Posted in Society and Morals, Spotlight on Humanity, and World Affairs

The makeshift refugee camp nicknamed the ‘jungle’ on the outskirts of Calais has finally been demolished. Camps come and go, but this one was where the refugees stayed  deliberately in an attempt to get across to the UK. Many tried to jump onto lorries, as it left the port risking their lives. It is the responsibility of the French to deal with this, but have pushed the British to police this. Le Touquet is a treaty, which allows the British to do passport checks in Calais in order to ease the burden on the French police, and vice-versa. However, since the announcement of Brexit (which the treaty is unconnected with officially) the French have threatened to pull the treaty, yet, that only works against them as they would have to pay more for policing in the area.

The swift demolition of the camp and subsequent relocation of the refugees should have come sooner. Maybe the French had been too lax, and now that Brexit is real, they know they can no longer expect the freer borders they have been used to. In the past, the French were accused of being lazy, and if the refugees made it on a lorry to leave France, so be it. They saw it as the problem of the UK officials if they got caught. It appeared the French didn’t want to deal with the problem until now that there has been more media pressure.

So why don’t refugees claim status in France and stay there, as surely it’s safer than where they have come from? That does bring up the question of human rights, as they should claim asylum in the first safe port, and they should not be able to pick and choose where they wish to live. That isn’t asylum, as it’s about being safe and they are in France.

Other issues such as terrorism arise, which is why it is hard to monitor potential threats with people who can hide easily in these camps. Another issue that the charities promote is the plight of minors, but what people fail to grasp is that parents do this deliberately, and leave the child to go alone knowing that the authorities must take care of them, and then this allows the rest of the family to join the child once settled. It sounds rather callous, but is a well-known trick, and more fool the people that cannot see that. Of course there will be children that have been abandoned, or who have lost their family, but they are unlikely to have been able to pay people to get them on a boat across to France or other countries if that were the case. The sad fact is that most people will have paid and had their routes planned. This shouldn’t stop humanitarian work, but the authorities need to balance what they can do without enabling the process. Those who smuggle refugees out know the system and exploit it, and while there is a need to help people there needs to be control.
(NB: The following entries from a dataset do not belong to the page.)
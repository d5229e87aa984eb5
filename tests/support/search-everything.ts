import { readdirSync, readFileSync } from 'node:fs';
import path from 'node:path';
import type { DataSource } from 'typeorm';
import { z } from 'zod';
import type { TestApi } from './api.js';

const columnRow = z.object({ TABLE_NAME: z.string(), COLUMN_NAME: z.string() });

/** Every table and column in which the word stands, whatever the tables are. */
export async function tablesWith({ dataSource }: TestApi, word: string): Promise<string[]> {
  const columns = z.array(columnRow).parse(
    await dataSource.query(
      `SELECT TABLE_NAME, COLUMN_NAME FROM information_schema.COLUMNS WHERE TABLE_SCHEMA = DATABASE()
       AND DATA_TYPE IN ('varchar', 'char', 'text', 'mediumtext', 'longtext', 'json', 'blob', 'longblob')`,
    ),
  );
  const found: string[] = [];
  for (const { TABLE_NAME: table, COLUMN_NAME: column } of columns) {
    const rows: unknown[] = await dataSource.query(
      `SELECT 1 FROM \`${table}\` WHERE \`${column}\` LIKE ? LIMIT 1`,
      [`%${word}%`],
    );
    if (rows.length > 0) found.push(`${table}.${column}`);
  }
  return found;
}

/** Every file of the product's folder in which the word stands. */
export function filesWith({ dataDir }: TestApi, word: string): string[] {
  return readdirSync(dataDir, { recursive: true, withFileTypes: true })
    .filter((file) => file.isFile())
    .map((file) => path.join(file.parentPath, file.name))
    .filter((file) => readFileSync(file).includes(word));
}

export type Copy = Map<string, Record<string, unknown>[]>;

export async function copyTables({ dataSource }: TestApi): Promise<Copy> {
  const copy: Copy = new Map();
  for (const table of await tableNames(dataSource)) {
    copy.set(table, await dataSource.query(`SELECT * FROM \`${table}\``));
  }
  return copy;
}

/** As somebody who restores a dump: everything that is there is replaced. */
export async function putBack({ dataSource }: TestApi, copy: Copy): Promise<void> {
  const runner = dataSource.createQueryRunner();
  await runner.query('SET FOREIGN_KEY_CHECKS = 0');
  for (const [table, rows] of copy) {
    await runner.query(`DELETE FROM \`${table}\``);
    for (const row of rows) {
      const names = Object.keys(row).map((name) => `\`${name}\``);
      const marks = names.map(() => '?').join(', ');
      await runner.query(
        `INSERT INTO \`${table}\` (${names.join(', ')}) VALUES (${marks})`,
        Object.values(row),
      );
    }
  }
  await runner.query('SET FOREIGN_KEY_CHECKS = 1');
  await runner.release();
}

async function tableNames(dataSource: DataSource): Promise<string[]> {
  const rows = z
    .array(z.object({ TABLE_NAME: z.string() }))
    .parse(
      await dataSource.query(
        "SELECT TABLE_NAME FROM information_schema.TABLES WHERE TABLE_SCHEMA = DATABASE() AND TABLE_NAME <> 'schema_migration'",
      ),
    );
  return rows.map(({ TABLE_NAME }) => TABLE_NAME);
}
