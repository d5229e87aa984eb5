import type { Place } from '#shared/contracts/places.js';
import { addPicture } from './attachment-api.js';
import type { Client, TestApi } from './api.js';
import { addEntry, beginCalendar, openVillage, submit, type Village } from './calendar-api.js';
import { addFigure } from './figure-api.js';
import { firstPlace } from './place-api.js';
import { addGroup } from './sharing-api.js';

/** Ids of one village that really exist, under the names that paths give them. */
export interface VillageIds {
  communityId: string;
  placeId: string;
  calendarId: string;
  entryId: string;
  figureId: string;
  attachmentId: string;
  groupId: string;
  personId: string;
}

export interface TwoVillages {
  village: Village;
  /** Officer of the other village; nobody at home. */
  stranger: Client;
  home: VillageIds;
  away: VillageIds;
  place: Place;
}

/** Two villages, each with a calendar whose first version is in review, a figure and a picture of it. */
export async function openTwoVillages(api: TestApi): Promise<TwoVillages> {
  const village = await openVillage(api);
  const stranger = await api.signIn('officer2');
  const awayPlace = await firstPlace(stranger);
  const home = await furnish(village.officer, village);
  const away = await furnish(stranger, { ...village, officer: stranger, placeId: awayPlace.id });
  const group = await addGroup(village.steward, 'Weavers', [village.elder]);
  const steward = await api.signIn('steward2');
  const theirs = await addGroup(steward, 'Weavers', [stranger]);
  return {
    ...{ village, stranger },
    home: { ...home, groupId: group.id, personId: village.elder.personId },
    away: { ...away, groupId: theirs.id, personId: stranger.personId },
    place: await firstPlace(village.officer),
  };
}

async function furnish(officer: Client, village: Village): Promise<Omit<VillageIds, 'groupId' | 'personId'>> {
  const calendar = await beginCalendar(village);
  const entry = await addEntry(officer, calendar.id);
  await submit(officer, calendar.id);
  const figureId = (await addFigure(officer)).id;
  return {
    communityId: officer.communityId,
    placeId: village.placeId,
    calendarId: calendar.id,
    entryId: entry.id,
    figureId,
    attachmentId: (await addPicture(officer, figureId)).id,
  };
}
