import type { OpenPageState } from '#shared/contracts/open-page.js';
import type { Client } from './api.js';

/** Switches the village's page for everybody on; answers with the key of its address. */
export async function switchOpenPageOn(client: Client, placeShown = 'name'): Promise<string> {
  const path = `/api/communities/${client.communityId}/open-page`;
  const answer = await client.put(path, { placeShown }).expect(200);
  return (answer.body as OpenPageState).key ?? '';
}
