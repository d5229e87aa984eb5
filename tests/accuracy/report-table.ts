import type { Accuracy } from './statistics.js';

const BEGIN = '<!-- accuracy:begin -->';
const END = '<!-- accuracy:end -->';

const days = (value: number): string =>
  `${value < 0 ? '−' : ''}${Math.abs(value).toFixed(Math.abs(value) < 0.1 ? 3 : 1)}`;

/** The table of the readme. */
export function reportTable(report: readonly Accuracy[]): string {
  return [
    '| against | cases | mean, days | standard deviation | largest |',
    '| --- | ---: | ---: | ---: | ---: |',
    ...report.map(
      ({ name, count, meanDays, sdDays, maxDays }) =>
        `| ${name} | ${String(count)} | ${days(meanDays)} | ${days(sdDays)} | ${days(maxDays)} |`,
    ),
  ].join('\n');
}

/** The text with the table between its marks; they must be there. */
export function withReportTable(text: string, report: readonly Accuracy[]): string {
  const [begin, end] = [text.indexOf(BEGIN), text.indexOf(END)];
  if (begin < 0 || end < begin) throw new Error(`No ${BEGIN} … ${END} to write between.`);
  return `${text.slice(0, begin + BEGIN.length)}\n\n${reportTable(report)}\n\n${text.slice(end)}`;
}
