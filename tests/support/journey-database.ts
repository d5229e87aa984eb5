import { mkdtempSync, rmSync } from 'node:fs';
import os from 'node:os';
import path from 'node:path';
import { createConnection } from 'mysql2/promise';
import { ensureBuilt } from '../../docker-free-scripts/lib/build.mjs';
import { startBuiltServer } from '../../docker-free-scripts/lib/product-server.mjs';
import { copyIn, copyOut, createEmpty } from '../../docker-free-scripts/lib/sql-copy.mjs';
import { startThrowAway } from '../../docker-free-scripts/lib/throw-away.mjs';
import { journeyEnvironment } from './journey-environment.js';

/** How a worker reaches the MariaDB of this run; Playwright hands its environment on to the workers. */
const VARIABLE = 'JOURNEY_DATABASE';

interface JourneyDatabase {
  readonly port: number;
  readonly socket: string | null;
  readonly user: string;
  readonly password: string;
  /** The demo villages as a file, made once: every story begins with a copy of them. */
  readonly villages: string;
}

/** Playwright's global setup: the product is built, one throw-away MariaDB serves all journeys, the demo is made once. */
export default async function setup(): Promise<() => Promise<void>> {
  await ensureBuilt();
  const { port, socket, user, password, name, remove } = await startThrowAway();
  const folder = mkdtempSync(path.join(os.tmpdir(), `dawnpeg-test-${process.pid}-files-`));
  const villages = path.join(folder, 'villages.sql.gz');
  const end = async () => {
    await remove();
    rmSync(folder, { recursive: true, force: true });
  };
  try {
    const database = { port, socket, user, password, villages } satisfies JourneyDatabase;
    const server = await startBuiltServer({
      ...process.env,
      ...(await journeyEnvironment(folder)),
      ...reach(database, name),
    });
    await server.stop();
    await copyOut({ host: '127.0.0.1', port, user, password, database: name }, villages);
    process.env[VARIABLE] = JSON.stringify(database);
    return end;
  } catch (error) {
    await end();
    throw error;
  }
}

/** The demo villages in a database of this name, and what the server needs to reach it. */
export async function freshJourneyDatabase(name: string): Promise<NodeJS.ProcessEnv> {
  const database = JSON.parse(process.env[VARIABLE] ?? '{}') as JourneyDatabase;
  const { port, user, password, villages } = database;
  const connection = await createConnection({ host: '127.0.0.1', port, user, password });
  await createEmpty(connection, name);
  await connection.end();
  await copyIn({ host: '127.0.0.1', port, user, password, database: name }, villages);
  return reach(database, name);
}

function reach({ port, socket, user, password }: JourneyDatabase, name: string): NodeJS.ProcessEnv {
  return {
    DB_HOST: '127.0.0.1',
    DB_PORT: String(port),
    DB_SOCKET: socket ?? '',
    DB_NAME: name,
    DB_USER: user,
    DB_PASSWORD: password,
  };
}
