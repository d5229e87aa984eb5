import type { TestProject } from 'vitest/node';
import { startThrowAway } from '../../docker-free-scripts/lib/throw-away.mjs';

/** How to reach this run's MariaDB; the account may make and drop databases named dawnpeg…. */
export interface TestServer {
  readonly host: string;
  readonly port: number;
  readonly socketPath?: string;
  readonly user: string;
  readonly password: string;
}

declare module 'vitest' {
  interface ProvidedContext {
    mariadb: TestServer;
  }
}

/** One throw-away MariaDB for the whole run: started before the first test, gone after the last. */
export default async function setup(project: TestProject): Promise<() => Promise<void>> {
  const server = await startThrowAway();
  project.provide('mariadb', {
    host: '127.0.0.1',
    port: server.port,
    ...(server.socket === null ? {} : { socketPath: server.socket }),
    user: server.user,
    password: server.password,
  });
  return () => server.remove();
}
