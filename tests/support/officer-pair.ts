import type { Page } from '@playwright/test';
import { expect } from '@playwright/test';
import { withoutSigns } from './event-record.js';
import { signIn } from './journey-steps.js';

/** Calls the API with the sign-in of a page. */
export async function send<T>(
  page: Page,
  method: 'GET' | 'POST' | 'PUT',
  path: string,
  data?: unknown,
): Promise<T> {
  const session = (await (await page.request.get('/api/session')).json()) as { csrfToken: string };
  const options = { method, headers: { 'X-CSRF-Token': session.csrfToken } };
  const answer = await page.request.fetch(path, data === undefined ? options : { ...options, data });
  expect(answer.ok(), `${method} ${path}`).toBe(true);
  return (await answer.json()) as T;
}

interface Session {
  memberships: { communityId: string }[];
}
interface Listed<T> {
  items: T[];
}
type Person = { id: string; displayName: string; version: number };

/** Makes Irvel, of the staff of Upper Tazimel, an officer beside Beyno. */
export async function makeIrvelOfficer(steward: Page): Promise<void> {
  await signIn(steward, 'steward');
  const { memberships } = await send<Session>(steward, 'GET', '/api/session');
  const people = `/api/communities/${memberships[0]?.communityId ?? ''}/people`;
  const { items } = await send<Listed<Person>>(steward, 'GET', people);
  const irvel = items.find(({ displayName }) => displayName === 'Irvel');
  await send(steward, 'PUT', `${people}/${irvel?.id ?? ''}`, {
    roles: ['staff', 'officer'],
    version: irvel?.version,
  });
}

/** The officer begins an empty calendar. */
export async function beginEmptyCalendar(officer: Page, year: number): Promise<string> {
  const { memberships } = await send<Session>(officer, 'GET', '/api/session');
  const communityPath = `/api/communities/${memberships[0]?.communityId ?? ''}`;
  const { items } = await send<Listed<{ id: string }>>(officer, 'GET', `${communityPath}/places`);
  const { id } = await send<{ id: string }>(officer, 'POST', `${communityPath}/calendars`, {
    placeId: items[0]?.id,
    year,
  });
  return id;
}

/** Work on a fixed day; its days are the same in every year. */
export function putIn(
  officer: Page,
  calendarId: string,
  titleOfficer: string,
  day = 10,
): Promise<{ id: string }> {
  return send(officer, 'POST', `/api/calendars/${calendarId}/entries`, {
    ...{ titleOfficer, titleVillage: '', kind: 'farm', icon: 'sow', crop: '', notes: '', caution: '' },
    lead: { type: 'fixed-date', date: { month: 6, day }, source: 'the village' },
    offsets: { earliestDays: 0, bestFromDays: 2, bestToDays: 9, lastAdvisedDays: 14 },
    ...{ hasLastDate: false, lastDate: null, protectiveWatch: false, otherSigns: '', ifLate: '', giver: '' },
    ...{ agreedToPrint: false, sharingLevel: 'village' },
  });
}

/** Everything is said of every entry: elders may be asked about the draft. */
export async function sayEverything(officer: Page, calendarId: string): Promise<void> {
  for (const { id, version, content } of await draftOf(officer, calendarId)) {
    const said = { ...content, titleVillage: content.titleOfficer, crop: content.crop || 'millet' };
    await send(officer, 'PUT', `/api/calendars/${calendarId}/entries/${id}`, {
      version,
      content: { ...said, giver: 'Elder A-1', ifLate: 'Ask the office.', record: withoutSigns() },
    });
  }
}

export interface DraftLine {
  id: string;
  version: number;
  content: { titleOfficer: string; crop: string };
}

/** The draft as the server has it. */
export async function draftOf(officer: Page, calendarId: string): Promise<DraftLine[]> {
  return (await send<Listed<DraftLine>>(officer, 'GET', `/api/calendars/${calendarId}/entries`)).items;
}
Some refugees also feel they are entitled to treatment and expect to have an education and home handed to them. Is that right? When I see millions of homeless people who can’t get jobs, or live hand to mouth, and people who can’t afford education—how can the authorities find the funds to house, educate, and feed people that appear out of the blue, when they can’t do that for people they already live there? How can it be right that a British citizen who is poor and can’t afford to go to University or to have a home is denied this due to a lack of funding, whereas a refugee who speaks no English, has paid no taxes is given a home immediately, and free education? The sad thing is that many brag about this, and is why they choose to risk going to the UK rather than remain in France.People can’t see this simple fact; that some refugees are exploiting and taking advantage of the asylum laws. How can it be stopped without looking as if the authorities are biased or prejudiced? They can’t, not without being attacked, and that’s why the refugees win because of political correctness, and was a factor as to why Brexit was inevitable.

How does one solve the problem? One must look at the root cause, and that means to stop the refugees from becoming refugees in the first place. Trying to stop wars in Afghanistan, and Syria is not easy and the governments seem more concerned about power rather than the people. However, some people will still try to leave as they yearn for a western lifestyle and use it as a means to escape.

The ‘jungle’ may have been cleared, but another one will appear in other places. While NGOs fight to give them rights, they will use that to their advantage, but who pays for it all? The effects have led to terrorism, cultural shifts in communities, an increase in crime rates, social displacement, and cuts in welfare and services to citizens. I’m all for helping those in need, but not those who milk the system to get a better life at the expense of others. I was on a chat room where one Syrian bragged he wanted to get to Germany as he would get free education, a home, and also citizenship. Somehow, he still manages to log on to the chat room and Facebook on his phone while he is stuck in Turkey. I know many people who can’t afford smartphones, yet somehow these refugees manage to have an active smartphone… go figure, as I am on pay as you go!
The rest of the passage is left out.